I can see that there is a Lelit part number 2200075 which looks to be the steam tap part, which I'm assuming is what's not working correctly. Does anyone know if this seems the likely culprit, and whether it would be difficult to swap out this part if I got a new one?

Thanks.


----------



## MediumRoastSteam

@colakoala welcome to the forum. Mine does exactly the same. Since new. I always attributed it to not tightening the tap enough.

unlike you, I never tighten any further than usual, and, I tell you, I don't really tighten it at all.

so, for me, it goes:

- make coffee;
- steam milk;
- turn machine off and clean;
- drink coffee&#8230;. And, while sitting down, drinking my latte, the machine starts to sing and splutter. Familiar?

well, the solution for me is simple: as I turn the machine off, afterwards I draw some steam and close the tap, very gently, as usual. Works wonders. If you don't turn the machine off, just draw some some steam (not a blast, just a bit) and close the tap.

it is almost as if the residual pressure in the pipe forces the valve to open a crack (I know it sounds crazy, but that's how it feels!).

if you bought from Bella Barista, chat with them and see if they can advice on a fix for you and source the parts.


----------



## MediumRoastSteam

@DavecUK Dave - OP is talking about the Elizabeth - rather than the MaraX. Very different steam knob and valve. 🙂


----------



## DavecUK

@MediumRoastSteam Dammit, I spent bloody ages on that post <lol>


----------



## Paul_from_Oz

It will not be difficult to replace. The "stopper" surface of the tap valve is some sort of plastic - maybe teflon?

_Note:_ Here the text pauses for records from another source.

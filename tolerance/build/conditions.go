package build

import (
	"math"

	"batchwright/bom/document"
	"batchwright/bom/quantity"
)

var percent = quantity.Percent

// readConditions reads every condition. What the first leaves unsaid of the
// four standard variables is a bench at 23 °C, warmed up, at 50 % humidity,
// new; what a later one leaves unsaid is as in the first.
func (r *reader) readConditions(n *document.Node) {
	b := r.build
	b.Variables = []Variable{
		{Temperature, quantity.Celsius}, {Warmup, quantity.One},
		{Humidity, quantity.Percent}, {Age, quantity.Hour},
	}
	base := []float64{23, 1, 0.5, 0}
	if n == nil {
		b.Conditions = []Condition{{"bench", base}} // so that reading can go on
		return
	}
	if n.Kind != document.Mapping || len(n.Pairs) == 0 {
		r.Add(n, "conditions", "a mapping of names to conditions")
		b.Conditions = []Condition{{"bench", base}}
		return
	}
	for i, p := range n.Pairs {
		if i == 0 {
			base = r.readReference(p.Value, base)
			b.Conditions = append(b.Conditions, Condition{p.Key.Value, base})
			continue
		}
		values := append([]float64(nil), base...)
		r.readValues(p.Value, values)
		b.Conditions = append(b.Conditions, Condition{p.Key.Value, values})
	}
}

// readReference reads the first condition, which declares the user's own
// variables and their units.
func (r *reader) readReference(n *document.Node, base []float64) []float64 {
	if n.Kind != document.Mapping {
		r.Add(n, "condition", "a mapping of variables to values")
		return base
	}
	for _, p := range n.Pairs {
		if r.build.variable(p.Key.Value) >= 0 {
			continue
		}
		if !identifier.MatchString(p.Key.Value) {
			r.Add(p.Key, "variable's name", "a letter, then letters, digits and _")
			continue
		}
		q, err := anyQuantity(p.Value)
		if err != nil {
			r.Add(p.Value, p.Key.Value, "a value with a unit")
			continue
		}
		r.build.Variables = append(r.build.Variables, Variable{p.Key.Value, q.Unit})
		base = append(base, q.Value)
	}
	r.readValues(n, base)
	return base
}

// readValues reads the variables of one condition over values.
func (r *reader) readValues(n *document.Node, values []float64) {
	var known []string
	for _, v := range r.build.Variables {
		known = append(known, v.Name)
	}
	if n.Kind == document.Null || !r.Keys(n, known...) && n.Kind != document.Mapping {
		return
	}
	for _, p := range n.Pairs {
		i := r.build.variable(p.Key.Value)
		if i < 0 {
			continue
		}
		if q, ok := r.Quantity(p.Value, r.build.Variables[i].Unit); ok {
			values[i] = q.Value
			r.checkVariable(p.Value, r.build.Variables[i].Name, q.Value)
		}
	}
}

// checkVariable refuses surroundings in which no part is specified.
func (r *reader) checkVariable(n *document.Node, name string, v float64) {
	limits := map[string]struct {
		low, high float64
		expected  string
	}{
		Temperature: {-100, 300, "a temperature from -100 °C to 300 °C"},
		Warmup:      {0, 1, "a share of the warm-up from 0 (just switched on) to 1 (settled)"},
		Humidity:    {0, 1, "a relative humidity from 0 % to 100 %"},
		Age:         {0, math.Inf(1), "an age of 0 h or more"},
	}
	if l, ok := limits[name]; ok && !(v >= l.low && v <= l.high) {
		r.Add(n, name, l.expected)
	}
}

// anyUnits are the units a figure of the user's own may have, tried in order.
var anyUnits = []quantity.Unit{
	quantity.One, quantity.Percent, quantity.Volt, quantity.Ampere, quantity.Hertz, quantity.Celsius,
	quantity.Kelvin, quantity.Second, quantity.Hour, quantity.Metre, quantity.Watt, quantity.Farad,
	quantity.Henry, quantity.Ohm, quantity.Siemens, quantity.PPMPerKelvin, quantity.VoltPerKelvin,
	quantity.VoltPerSecond, quantity.Decibel, quantity.Cent,
}

// anyQuantity reads a figure whose unit the text itself decides.
func anyQuantity(n *document.Node) (quantity.Quantity, error) {
	var first error
	if n.Kind != document.Scalar {
		return quantity.Quantity{}, &quantity.Error{Text: n.Value, Expected: "a value with a unit"}
	}
	for _, u := range anyUnits {
		q, err := quantity.Parse(n.Value, u)
		if err == nil {
			return q, nil
		}
		if first == nil {
			first = err
		}
	}
	return quantity.Quantity{}, first
}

I don't know. But this possibly wears or deforms over time. I recently removed my tap on my Elizabeth to lube the tap thread. This video below shows how. The speech is in Italian, but it is easy to work out what is going on.


----------



## MediumRoastSteam

Great video. I'll lube mine next time I've got the top cover off. Thanks for this @Paul_from_Oz .


----------



## colakoala

@MediumRoastSteamThanks for your reply. I tried what you suggested this morning, but unfortunately I think it's a bit more than that in my case as as soon as I close it again after letting out a bit of steam it starts up again. It's more like there's a bit of steam coming out no matter what - as the machine comes up to pressure and after closing the steam knob any way I do it. I actually bought this machine from Italy so not really able to get anyone to fix it.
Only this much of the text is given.